Filthy Fluno is an artist from Boston, Massachusetts, whose physical media are charcoal, pastel and paper. There's a special kind of magic to his work. They're abstract narratives like the unrolled synaptic recordings of the artist's impressions of people and places. The more you look into them, the more there is to see and to connect to. Through Second Life, Fluno and his art are connecting to others, including a certain very large corporation. Fluno's art spreads out into Second Life, even as Second Life expands into his art.
MattChigago Cleanslate is a music promoter specializing in Disk Jockeys and Indy artists, growing the reach and clients of his business both in the physical world and in Second Life. Magnatune is another online music business, deeply rooted in the Creative Commons and starting up in Second Life at the same time.
Two artistic mediums, two different backgrounds, two different approaches, two worlds. All of that, plus mixed reality metrics and assorted mixed reality shorts from penguins to podcasting after the break.
Filthy Fluno started out like other artists coming to Second Life. He began by selling Second Life versions of his physical works. Then things started to change. Fluno created a work dedicated to his friend Ren Meiji, who then wanted to buy the physical original. Fluno began approaching others, and chanced onto Doug Mandelbrot from IBM.
Fluno's art and his use of Second Life to make connections intrigued IBM significantly. "IBM flew me across the US to come make some art and give a lecture about SL and how an artist like me is connecting with the world," Fluno said, "I met a few other people at IBM, and they wanted some artwork too, because it's all personalized."
Now, Fluno's artwork and Second Life networking is starting to take off. A Second Life Resident who resides physically in Portugal showed Fluno's Second Life inspired artwork to a local gallery, who were very excited about displaying it.
Fluno produced a number of pieces for the exhibition, whose sales have already paid for his trip to Portugal before the exhibit has even begun. The exhibition opens on the 26th of April at Gallery 555 in Porto Portugal. After the exhibit closes on the second of May, the new owners will be presented with their artwork.
Second Life has created more opportunities for Fluno than the Portgual exhibition. "I hooked up with an art collector in [SL]," Fluno explains, referring to Artworld Market, "who purchased quite a few drawings of mine and got me into an article in artnet.com.
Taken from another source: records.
def refuse_large_patterns(patterns: int, side: int, items: int) -> None:
    """Refuse, with a one-line EstimationError naming the size and what to do, full-information ML whose stacks of
    one side x side matrix per pattern of missing answers would exceed the one limit of a matrix of
    :mod:`cfa_tool.numerics.sizes`, before any is made.  What a fit holds (speed-s24, bench/fiml_patterns.py): its
    search keeps every pattern's inverse in the low-rank form of :class:`PatternInverses` and makes V' A_k V a chunk
    of at most :data:`CHUNK_BYTES` at a time, and the case diagnostics and Little's test read the same low-rank form
    (speed-s25), so the stacks a fit makes whole are the inverses of Mardia's kurtosis of rows with gaps
    (assessment.normality.kurtosis_with_gaps: at 100 items and 1,500 rows the default fit's traced peak, 919 MB) and,
    on the robust routes, the scatter, A_k, A_k T_k A_k and T_k (about five at once).  Before, every evaluation held
    several such stacks and the search's V' A_k V, wider still: 7-8.5 times a stack, 1.13 GB at 100 items.
    ``side``: the columns of the rows, ``items``: the items (and missing-data helpers) of the rows."""
    from cfa_tool.errors import EstimationError
    from cfa_tool.numerics import sizes
    from cfa_tool.options import Option

    if sizes.stack_fits(patterns, side):
        return
    raise EstimationError(
        f"full-information ML holds one matrix of the {items} analysed columns by themselves for each pattern of "
        f"missing answers (which columns a row answered) in its test of multivariate kurtosis and its robust routes, "
        f"up to five such stacks at once; the {patterns:,} patterns of "
        f"these rows make each stack {patterns:,} matrices of {side} x {side}, "
        f"{sizes.stack_too_large_words(patterns, side)}; "
        f"fit the items in smaller sets, or keep only the complete rows ({Option.INCOMPLETE_ROWS.given('listwise')}) "
        f"when enough rows have no gaps")


def embedded_inverse(sigma: np.ndarray, observed: np.ndarray, missing: list | None = None
                     ) -> tuple[np.ndarray, np.ndarray] | None:
    """For each pattern, Sigma_oo^-1 embedded in p x p (zeros outside) and log|Sigma_oo|.

    From the full precision matrix L = Sigma^-1 by the Schur complement:
    Sigma_oo^-1 = L_oo - L_om (L_mm)^-1 L_mo and |Sigma_oo| = |Sigma| |L_mm|, so each
    pattern needs only the inverse of its small missing block; patterns with the
    same number of missing items are handled in one batch.  ``missing``: the batches
    (``list(missing_groups(observed))``), when the caller keeps them for many calls.
    """
    logdet_sigma = _log_determinant(sigma)
    if logdet_sigma is None:
        return None
    try:
        return _schur_inverses(sigma, observed, logdet_sigma, missing)
    except np.linalg.LinAlgError:  # numerically singular although its Cholesky factor exists
        return None


def _log_determinant(sigma: np.ndarray) -> float | None:
    """log|Sigma| from its Cholesky factor, None if Sigma is not positive definite."""
    try:
        chol = np.linalg.cholesky(sigma)
    except np.linalg.LinAlgError:
        return None
    if np.any(np.diag(chol) <= 0):
        return None
    return 2.0 * float(np.sum(np.log(np.diag(chol))))


def _schur_inverses(sigma: np.ndarray, observed: np.ndarray, logdet_sigma: float, missing: list | None = None
                    ) -> tuple[np.ndarray, np.ndarray] | None:
    P, p = observed.shape
    precision = np.linalg.inv(sigma)
    precision = 0.5 * (precision + precision.T)
    A = np.broadcast_to(precision, (P, p, p)).copy()
    logdet = np.full(P, logdet_sigma)
    for which, miss in missing_groups(observed) if missing is None else missing:  # batched by the number missing
        block = precision[miss[:, :, None], miss[:, None, :]]  # (k, m, m) = L_mm
        try:
            block_chol = np.linalg.cholesky(block)
        except np.linalg.LinAlgError:
            return None
        logdet[which] += 2.0 * np.sum(np.log(np.diagonal(block_chol, axis1=1, axis2=2)), axis=1)
        side = precision[miss]  # (k, m, p) = L_m.
        A[which] -= np.swapaxes(side, 1, 2) @ np.linalg.solve(block, side)
    outer = observed[:, :, None] & observed[:, None, :]
    return np.where(outer, A, 0.0), logdet


@dataclass(frozen=True)
class PatternInverses:
    """Every pattern's Sigma_oo^-1 in the low-rank form of the Schur complement, never as a stack of p x p matrices:
    with L = Sigma^-1 and C_k = (L_mm)^-1 for the items m pattern k misses,
        Sigma_oo^-1 = L_oo - L_om C_k L_mo,   log|Sigma_oo| = log|Sigma| + log|L_mm|
    (the partitioned inverse; Little & Rubin 2002, ch. 11, as :func:`embedded_inverse`), so that a product with a
    pattern's inverse costs p^2 once for all patterns and p m a pattern, and V' A_k V is V' L V less a rank-m term.
    ``batches``: (patterns, their missing columns (k, m), C_k (k, m, m)) for each number m > 0 of missing items."""

    precision: np.ndarray  # (p, p) L = Sigma^-1, symmetrised
    logdet: np.ndarray  # (P,) log|Sigma_oo|
    batches: tuple  # ((patterns, missing columns, C), ...)


def pattern_inverses(sigma: np.ndarray, observed: np.ndarray, missing: list | None = None) -> PatternInverses | None:
    """The patterns' inverses of :class:`PatternInverses` (None if Sigma or some Sigma_oo is not positive definite);
    ``missing`` as :func:`embedded_inverse` takes it."""
    logdet_sigma = _log_determinant(sigma)
    if logdet_sigma is None:
        return None
    logdet = np.full(len(observed), logdet_sigma)
    try:
        precision = np.linalg.inv(sigma)
        precision = 0.5 * (precision + precision.T)
        batches = []
        for which, miss in missing_groups(observed) if missing is None else missing:
            block = precision[miss[:, :, None], miss[:, None, :]]  # (k, m, m) = L_mm
            block_chol = np.linalg.cholesky(block)
            logdet[which] += 2.0 * np.sum(np.log(np.diagonal(block_chol, axis1=1, axis2=2)), axis=1)
            batches.append((which, miss, np.linalg.inv(block)))
    except np.linalg.LinAlgError:  # numerically singular although its Cholesky factor exists
        return None
    return PatternInverses(precision, logdet, tuple(batches))


def batch_members(inverses_batches: list, pattern_of: np.ndarray) -> list[tuple[np.ndarray, np.ndarray]]:
    """For each batch of :func:`missing_groups` (``inverses_batches``: its (patterns, missing columns) pairs), the rows
    whose pattern (``pattern_of``) it holds and each one's place in the batch: fixed by the data, found once."""
    out = []
    for which, *_ in inverses_batches:
        rows = np.flatnonzero(np.isin(pattern_of, which))
        out.append((rows, np.searchsorted(which, pattern_of[rows])))
    return out


def applied_inverses(inverses: PatternInverses, x: np.ndarray, members: list, observed: np.ndarray) -> np.ndarray:
    """A_k x for each row x of ``x`` (zeros where its pattern k misses; ``observed``: each row's answered items),
    A_k = Sigma_oo^-1 embedded in p x p (:class:`PatternInverses`; ``members``: :func:`batch_members` of the rows):
    x L, less (L_.m C_k (L x)_m) for rows with gaps, np^2 + n m p where the embedded stack took n m p^2 to make."""
    L = inverses.precision
    v = x @ L
    u = v.copy()
    for (_, miss, C), (rows, at) in zip(inverses.batches, members):
        if not len(rows):
            continue
        cols = miss[at]  # (n_b, m) each row's missing columns
        z = (C[at] @ v[rows[:, None], cols][:, :, None])[:, :, 0]
        u[rows] -= np.einsum("rk,rkp->rp", z, L[cols])
    return np.where(observed, u, 0.0)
A gallery owner saw that article, came here into SL, found me and now I'll have an exhibition there [in Indianapolis]!"
Second Life is more to Fluno than just sales and networking though. "Artists throughout history have travelled far and wide to find inspiration. I happen to find it in virtual reality."
Many examples of Fluno's work can be seen in his gallery in Artropolis.
Mixed Reality Music
Mattchicago Cleanslate's company, Chicago Music Promotions, doesn't restrict its operations to a single world. On their website, you'll see at least one Second Life avatar among the featured artists on their front page.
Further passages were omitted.